During the MTB pilot, a number of attendees — including 16 institutions, plus patients, physicians and pathologists — discussed more than 30 complex tumour cases. Of the cases reviewed, 80% of presenters revealed that the discussions helped to confirm, modify or change the treatment plan for at least one of their patients.

Treatment that is tailored to an individual patient’s needs leads to a smoother healthcare journey and enhanced outcomes.

Maeve McGrath

Better digital infrastructure

Cancer Trials Ireland is now taking over the management of the MTB. It is also planning to create a national registry of consolidated knowledge to help local physicians offer more personalised oncology treatment and the participation in a clinical trial.

“The registry will be a vital resource for those in the oncology field,” says Verena Murphy, Head of Research & Business Development, Cancer Trials Ireland. “A doctor in Dublin dealing with an unusual tumour mutation can receive input from the MTB panel, who will discuss it and make suggestions for treatments and suitable open trials. Later, if a doctor in Galway is dealing with the same type of complex case, the information about the best path to follow will be available from the registry.”

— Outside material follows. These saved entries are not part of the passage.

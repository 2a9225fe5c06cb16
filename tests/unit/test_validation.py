"""Every broken rule is reported at once, with path, value, rule and the nearest allowed name."""

from __future__ import annotations

from pathlib import Path
from typing import Literal

import pytest
from pydantic import PositiveFloat, model_validator

from scanfit.errors import InputError, Problem, nearest_name
from scanfit.validation import Options, check, read_toml


class Inner(Options):
    exposure: PositiveFloat
    counts: tuple[int, ...] = ()


class Outer(Options):
    inner: Inner
    mode: Literal["measured", "upper-limit"] = "measured"

    @model_validator(mode="after")
    def _known_bad(self) -> Outer:
        if self.inner.counts == (13,):
            raise ValueError("13 will not do")
        return self


def problems(table: dict[str, object]) -> list[str]:
    with pytest.raises(InputError) as caught:
        check(Outer, table, "terms.xenon", "run.toml")
    assert str(caught.value).startswith("run.toml: ")
    return [str(problem) for problem in caught.value.problems]


def test_all_problems_come_at_once() -> None:
    found = problems({"inner": {"exposure": -1.0, "count": (1,)}, "mode": "upper-limits"})
    assert len(found) == 3
    assert any(text == "terms.xenon.inner.exposure: must be greater than 0 (given: -1.0)" for text in found)
    assert any("inner.count: unknown key; did you mean 'counts'?" in text for text in found)
    assert any("did you mean 'upper-limit'?" in text for text in found)


@pytest.mark.parametrize(
    ("table", "fragment"),
    [
        ({"inner": {"exposure": "4"}}, "must be a valid number"),
        ({"inner": {"exposure": True}}, "must be a valid number"),
        ({"inner": {"exposure": float("nan")}}, "must be a finite number"),
        ({"inner": {"exposure": float("inf")}}, "finite"),
        ({"inner": {"exposure": 1.0, "counts": (1.5,)}}, "inner.counts.0"),
        ({}, "terms.xenon.inner: this key is required"),
        ({"inner": {"exposure": 1.0, "counts": (13,)}}, "13 will not do"),
    ],
)
def test_one_rule_one_message(table: dict[str, object], fragment: str) -> None:
    (found,) = problems(table)
    assert fragment in found


def test_integers_serve_as_numbers() -> None:
    assert check(Outer, {"inner": {"exposure": 4}}).inner.exposure == 4.0


def test_files_that_cannot_be_read(tmp_path: Path) -> None:
    with pytest.raises(InputError, match="cannot be read: No such file"):
        read_toml(tmp_path / "none.toml")
    broken = tmp_path / "broken.toml"
    broken.write_text("a = 1\na = 2\n")
    with pytest.raises(InputError, match="not valid TOML"):
        read_toml(broken)
    broken.write_bytes(b"\xff\xfe")
    with pytest.raises(InputError, match="not valid TOML"):
        read_toml(broken)


def test_arrays_arrive_as_tuples(tmp_path: Path) -> None:
    file = tmp_path / "a.toml"
    file.write_text("a = [[1, 2], [3]]\n[b]\nc = [{d = [4]}]\n")
    assert read_toml(file) == {"a": ((1, 2), (3,)), "b": {"c": ({"d": (4,)},)}}


def test_nearest_name_is_silent_when_nothing_is_near() -> None:
    assert nearest_name("masss", ["mass", "portal"]) == "mass"
    assert nearest_name("zzz", ["mass", "portal"]) is None
    assert str(Problem("a.b", "unknown key", None, ("c",))) == "a.b: unknown key; allowed: c"
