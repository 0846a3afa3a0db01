//! Pages that a person reads at a glance, mails, prints and keeps: one HTML file each, without network, fonts or files beside it.
//!
//! The answer comes first, in one line; then the figures, then the evidence in the order in which a doubter asks; then bench,
//! settings, notes; and the objects of the JSON, from which the page can be read back ([`extract`]). Everything that comes from
//! outside (names, titles, benches) goes through [`crate::plot::escaped`].

mod calibration;
mod document;
mod kept;
mod measurement;
mod prediction;
mod series;
mod trend;

pub use calibration::calibration;
pub use kept::{KeptRecording, KeptText, MeasurementReport, NoReport, REPORT_FORMAT, extract};
pub use measurement::{Sound, measurement};
pub use prediction::prediction;
pub use series::{SeriesClip, series};
pub use trend::trend;
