//! The page of one measurement or several.

use super::document::{caution, document, figure, figures, folded, list, name, table, verbatim};
use super::{KeptRecording, MeasurementReport};
use crate::bench::{self, Bench};
use crate::evidence::{Evidence, Excerpt, Why};
use crate::pictures::{self, Measured};
use crate::plot::escaped;
use crate::report::{Figure, HIGH_VOLTAGE_CAUTION, Measurement, figure_rows, recording_line};
use crate::rhythm::Verdict;

/// A recording that is put into the page.
#[derive(Debug, Clone)]
pub struct Sound {
    /// Media type.
    pub media_type: &'static str,
    /// The bytes of its file.
    pub bytes: Vec<u8>,
}

/// The page; `sounds` has an entry for each recording, or none at all.
///
/// # Errors
/// A report whose figures are not finite.
pub fn measurement(report: &MeasurementReport, sounds: &[Option<Sound>]) -> serde_json::Result<String> {
    // A bench that was good when it was measured with is good still; a later version may see it otherwise.
    let bench = report.bench.as_ref().and_then(|kept| bench::parse(&kept.text, &kept.file).ok());
    let one = report.recordings.len() == 1;
    let mut body = String::new();
    if !one {
        body.push_str(&overview(report));
    }
    for (k, recording) in report.recordings.iter().enumerate() {
        let sound = sounds.get(k).and_then(Option::as_ref);
        body.push_str(&of_recording(recording, bench.as_ref(), sound, if one { None } else { Some(k + 1) })?);
    }
    body.push_str(&basis(report));
    let title = match report.recordings.as_slice() {
        [recording] => format!("{}: {}", recording.file, answer(recording)),
        several => format!("{} recordings measured", several.len()),
    };
    Ok(document(&title, &body, &serde_json::to_string(report)?))
}

/// The answer in one line.
fn answer(recording: &KeptRecording) -> String {
    let Some(measurement) = &recording.measurement else { return "Could not be read".to_owned() };
    let reading = &measurement.reading;
    let Some(rate) = reading.firing_rate_hz else { return "No gap is heard".to_owned() };
    if reading.verdict == Verdict::Irregular {
        return format!("{}, without a rhythm", Figure::plain(rate, "clicks a second").value_and_u());
    }
    let mut line = Figure::plain(rate, "firings a second").value_and_u();
    if let (Some(jitter), Some(period)) = (reading.period_jitter_s, reading.period_s) {
        line.push_str(&format!(", jitter {:.2} %", 100.0 * jitter.value / period.value));
    }
    if let Some(voltage) = measurement.gap_voltage_v {
        line.push_str(&format!(", gap voltage {}", Figure::prefixed(voltage, "V").value_and_u()));
    }
    line
}

fn verdict(measurement: &Measurement) -> String {
    let (word, reason) = (&measurement.reading.verdict, &measurement.reading.reason);
    let word = match word {
        Verdict::Steady => "Steady",
        Verdict::Unsteady => "Unsteady",
        Verdict::Irregular => "Irregular",
        Verdict::None => "No figure",
    };
    format!("<p class=\"verdict\"><strong>{word}:</strong> {}.</p>\n", escaped(reason))
}

/// All recordings in a table, before the first of them.
fn overview(report: &MeasurementReport) -> String {
    let rows: Vec<Vec<String>> = report
        .recordings
        .iter()
        .enumerate()
        .map(|(k, recording)| {
            let link = format!("<a href=\"#recording-{}\">{}</a>", k + 1, name(&recording.file));
            let told = recording.error.as_deref().map_or_else(|| answer(recording), str::to_owned);
            vec![link, escaped(&told)]
        })
        .collect();
    let measured = report
        .recordings
        .iter()
        .filter(|recording| recording.measurement.as_ref().is_some_and(|m| m.reading.firing_rate_hz.is_some()))
        .count();
    let heading = format!("{measured} of {} recordings hold a gap that can be measured", report.recordings.len());
    format!("<header>\n<h1>{heading}</h1>\n</header>\n{}", table("Recordings", &["recording", "answer"], &rows))
}

/// One recording; `number` if it is one of several.
fn of_recording(
    recording: &KeptRecording,
    bench: Option<&Bench>,
    sound: Option<&Sound>,
    number: Option<usize>,
) -> serde_json::Result<String> {
    let level = if number.is_some() { 2 } else { 1 };
    let place = number.map_or_else(String::new, |number| format!(" id=\"recording-{number}\""));
    let file = recording.measurement.as_ref().map_or(recording.file.clone(), |m| recording_line(&m.recording));
    let mut out = format!(
        "<section{place}>\n<h{level}>{}</h{level}>\n<p class=\"what\">{}</p>\n",
        escaped(&answer(recording)),
        name(&file)
    );
    let Some(measurement) = &recording.measurement else {
        let error = recording.error.as_deref().unwrap_or("was not measured");
        out.push_str(&format!("<p class=\"verdict\">{}</p>\n</section>\n", escaped(error)));
        return Ok(out);
    };
    out.push_str(&verdict(measurement));
    if measurement.gap_voltage_v.is_some() {
        out.push_str(&caution(HIGH_VOLTAGE_CAUTION));
    }
    out.push_str(&figures(&figure_rows(measurement)));
    if measurement.reading.firing_rate_hz.is_some() {
        out.push_str("<p class=\"key\">± is one standard uncertainty, .. the 95 % interval.</p>\n");
    }
    out.push_str(&list("Notes", level + 1, &measurement.reading.notes));
    if let Some(evidence) = &recording.evidence {
        if let Some(sound) = sound {
            out.push_str(&player(sound, evidence, measurement.recording.from_s));
        }
        if number.is_none() {
            out.push_str("<h2>Evidence</h2>\n");
        }
        let prefix = number.map_or_else(String::new, |number| format!("r{number}-"));
        for picture in pictures::all(Measured { measurement, evidence, bench }) {
            out.push_str(&figure(&picture, 3, &format!("{prefix}{}", picture.kind)));
        }
    }
    let json = serde_json::to_string_pretty(measurement)?;
    out.push_str(&folded("The figures as JSON", &verbatim("figures as JSON", &json)));
    Ok(out + "</section>\n")
}

/// Bench, options and program.
fn basis(report: &MeasurementReport) -> String {
    let mut rows: Vec<(String, String, String)> =
        report.options.iter().map(|(option, value)| (option.clone(), value.clone(), String::new())).collect();
    rows.push(("measured by".to_owned(), report.program.clone(), String::new()));
    rows.push(("on".to_owned(), report.made.clone(), String::new()));
    let bench = report.bench.as_ref().map_or_else(
        || "<p>No bench was given, so no voltage is told.</p>\n".to_owned(),
        |kept| format!("<p>The bench, {}:</p>\n{}", name(&kept.file), verbatim("bench", &kept.text)),
    );
    format!(
        "<section>\n<h2>What this rests on</h2>\n{}{bench}<p>This page holds all figures and what the pictures are drawn from; <code>gaptone \
         measure --from-report</code> reads them back.</p>\n</section>\n",
        figures(&rows)
    )
}

fn player(sound: &Sound, evidence: &Evidence, from_s: f64) -> String {
    let words = |excerpt: &Excerpt| match excerpt.why {
        Why::Beginning => Some("the first firings"),
        Why::Missed => Some("the missed firing"),
        Why::Extra => Some("the extra click"),
        Why::Irregular => Some("the first clicks"),
        Why::Nothing => None,
    };
    let places: Vec<serde_json::Value> = evidence
        .excerpts
        .iter()
        .filter_map(|excerpt| Some(serde_json::json!({"words": words(excerpt)?, "at_s": excerpt.audio.from_s})))
        .collect();
    let places = escaped(&serde_json::Value::Array(places).to_string());
    let aside = if from_s > 0.0 { format!(" The measurement begins at {from_s:.2} s.") } else { String::new() };
    format!(
        "<p>The recording.{aside}</p>\n<audio controls preload=\"metadata\" data-places=\"{places}\" src=\"data:{};base64,{}\"></audio>\n",
        sound.media_type,
        base64(&sound.bytes)
    )
}

/// Base 64 (RFC 4648, section 4).
fn base64(bytes: &[u8]) -> String {
    const DIGITS: &[u8; 64] = b"ABCDEFGHIJKLMNOPQRSTUVWXYZabcdefghijklmnopqrstuvwxyz0123456789+/";
    let mut out = String::with_capacity(bytes.len().div_ceil(3) * 4);
    for three in bytes.chunks(3) {
        let word = three.iter().fold(0u32, |word, byte| word << 8 | u32::from(*byte)) << (8 * (3 - three.len()));
        for k in 0..4 {
            let digit = DIGITS[(word >> (18 - 6 * k) & 63) as usize];
            out.push(if k <= three.len() { char::from(digit) } else { '=' });
        }
    }
    out
}

#[cfg(test)]
mod tests {
    use super::*;

    #[test]
    fn base64_gives_the_published_vectors() {
        // RFC 4648, section 10.
        for (bytes, text) in [
            ("", ""),
            ("f", "Zg=="),
            ("fo", "Zm8="),
            ("foo", "Zm9v"),
            ("foob", "Zm9vYg=="),
            ("fooba", "Zm9vYmE="),
            ("foobar", "Zm9vYmFy"),
        ] {
            assert_eq!(base64(bytes.as_bytes()), text);
        }
    }
}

The possibilities of the MTB are limitless, enthuses Murphy. “If we could link up with other MTBs around the world, expert information would be available from every country, resulting in better treatment for cancer patients.”

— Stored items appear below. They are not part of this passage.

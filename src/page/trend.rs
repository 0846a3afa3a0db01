//! The page of a trend.

use super::document::{caution, document, figure, figures, folded, list, name, table, verbatim};
use crate::bench::si;
use crate::pictures::{self, capital};
use crate::plot::escaped;
use crate::report::{HIGH_VOLTAGE_CAUTION, trend_rows};
use crate::trend::{Charted, Moment, Trend, advice};

/// Entries in the table of the page.
const SHOWN: usize = 40;

/// The page of the trend of a log.
///
/// # Errors
/// A trend that cannot be written as JSON.
pub fn trend(log: &str, trend: &Trend) -> serde_json::Result<String> {
    // What is so stands in the heading, what to do about it below.
    let (heading, action) = trend.advice.split_once("; ").unwrap_or((trend.advice.as_str(), ""));
    let action = if action.is_empty() {
        String::new()
    } else {
        format!("<p class=\"verdict\">{}.</p>\n", escaped(&capital(action)))
    };
    let of = if trend.title.is_empty() { String::new() } else { format!(" of {}", name(&trend.title)) };
    let mut body = format!(
        "<header>\n<p class=\"what\">History{of}: {} entries of {}</p>\n<h1 class=\"long\">{}</h1>\n{action}</header>\n",
        trend.entries,
        name(log),
        escaped(&capital(heading))
    );
    if trend.charted == Charted::GapVoltage {
        body.push_str(&caution(HIGH_VOLTAGE_CAUTION));
    }
    body.push_str(&figure(&pictures::trend(trend), 2, "trend"));
    let rows: Vec<_> =
        trend_rows(trend).into_iter().map(|(label, value)| (label.to_owned(), value, String::new())).collect();
    body.push_str(&figures(&rows));
    body.push_str(&entries(trend));
    body.push_str(&list("Notes", 2, &trend.notes));
    let json = serde_json::to_string(trend)?;
    // The points stand in the page once, in the embedded object.
    let figures = serde_json::to_string_pretty(&Trend { points: Vec::new(), ..trend.clone() })?;
    body.push_str(&folded("The figures as JSON, without the entries", &verbatim("figures as JSON", &figures)));
    Ok(document(&format!("History of {}", if trend.title.is_empty() { log } else { &trend.title }), &body, &json))
}

/// `2026-11-30 14:05`
fn minute(time: Moment) -> String {
    let text = time.to_string();
    escaped(&text.get(..16).unwrap_or(&text).replace('T', " "))
}

fn entries(trend: &Trend) -> String {
    let hidden = trend.points.len().saturating_sub(SHOWN);
    // A history that was shortened has more entries than points; its last rows are not the last entries.
    let which = if trend.points.len() < trend.entries { "of those kept here" } else { "entries" };
    let none = || "–".to_owned();
    let rows: Vec<Vec<String>> = trend.points[hidden..]
        .iter()
        .map(|point| {
            vec![
                format!("<span class=\"nowrap\">{}</span>", minute(point.time)),
                escaped(&advice::amount(trend.charted, point.value, 5)),
                point.firing_rate_hz.map_or_else(none, |rate| format!("{rate:.2} /s")),
                point.gap_voltage_v.map_or_else(none, |v| si(v, "V", 5)),
                if point.outside == 0 { String::new() } else { "beyond a limit".to_owned() },
                name(&point.file),
            ]
        })
        .collect();
    let caption =
        if hidden > 0 { format!("The last {SHOWN} of {} {which}", trend.points.len()) } else { "Entries".to_owned() };
    table(&caption, &["time (UTC)", trend.charted.words(), "rate", "voltage as measured", "limits", "recording"], &rows)
}
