//! The index page of a series of clips, with a player for each.

use super::document::{document, name};
use crate::plot::escaped;
use std::fmt::Write;

/// A clip on the index page. Files are named from the folder of the page.
#[derive(Debug, Clone)]
pub struct SeriesClip {
    /// What it is.
    pub title: String,
    /// Its sound file.
    pub file: String,
    /// The file of its truth.
    pub truth: String,
    /// Length, s.
    pub duration_s: f64,
    /// Realised firing rate, Hz.
    pub firing_rate_hz: Option<f64>,
    /// Realised jitter over the period.
    pub relative_jitter: Option<f64>,
    /// What was changed of the bench, with its value.
    pub changes: Vec<(String, String)>,
    /// Seed.
    pub seed: u64,
}

/// The page.
#[must_use]
pub fn series(title: Option<&str>, clips: &[SeriesClip], json: &str) -> String {
    let title = title.unwrap_or("Series of clips");
    let total_s: f64 = clips.iter().map(|clip| clip.duration_s).sum();
    let mut body = format!(
        "<header>\n<h1>{}</h1>\n<p class=\"verdict\">{} clips with known truth, {total_s:.0} s in all. They are simulated.</p>\n</header>\n",
        name(title),
        clips.len()
    );
    for clip in clips {
        // Writing to a string cannot fail.
        let _ = write!(
            body,
            "<section>\n<h2>{}</h2>\n<audio controls preload=\"none\" src=\"{}\" aria-label=\"{}\"></audio>\n<p>{}</p>\n",
            name(&clip.title),
            escaped(&address(&clip.file)),
            escaped(&clip.title),
            told(clip)
        );
        if !clip.changes.is_empty() {
            let set: Vec<String> = clip
                .changes
                .iter()
                .map(|(key, value)| format!("<code>{}</code> {}", escaped(key), name(value)))
                .collect();
            let _ = writeln!(body, "<p>Set for this clip: {}</p>", set.join(", "));
        }
        body.push_str("</section>\n");
    }
    document(title, &body, json)
}

fn told(clip: &SeriesClip) -> String {
    let rate = clip.firing_rate_hz.map_or_else(|| "no gap".to_owned(), |rate| format!("{rate:.2} firings a second"));
    let jitter = clip.relative_jitter.map_or_else(String::new, |jitter| format!(", jitter {:.2} %", 100.0 * jitter));
    format!(
        "{rate}{jitter}; {:.1} s; seed {}; <a href=\"{}\">sound</a>, <a href=\"{}\">truth</a>",
        clip.duration_s,
        clip.seed,
        escaped(&address(&clip.file)),
        escaped(&address(&clip.truth))
    )
}

/// A file name as a relative address (RFC 3986): all but unreserved characters of its bytes in percent.
fn address(file: &str) -> String {
    let mut out = "./".to_owned();
    for byte in file.bytes() {
        if byte.is_ascii_alphanumeric() || b"-._~/".contains(&byte) {
            out.push(char::from(byte));
        } else {
            let _ = write!(out, "%{byte:02X}");
        }
    }
    out
}

#[cfg(test)]
mod tests {
    use super::*;

    #[test]
    fn a_name_is_an_address_whatever_it_holds() {
        assert_eq!(address("a b#1?.wav"), "./a%20b%231%3F.wav");
        assert_eq!(address("\u{e9}.wav"), "./%C3%A9.wav");
    }
}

Health ecosystem of the future

Yet, currently, the Irish health system lacks the digital infrastructure to support the convergence of different data streams. That needs to change, insists McGrath. “Creating the health data ecosystem of the future means being able to combine, say, genomic insights from the MTB with real-world clinical insights from electronic health records and outcomes from remote patient monitoring,” she says. “If we could pool rich, multi-sourced, contextualised data — and then apply technologies such as AI to interpret it — it would improve efficiency, accelerate drug discovery and help people live well for longer.”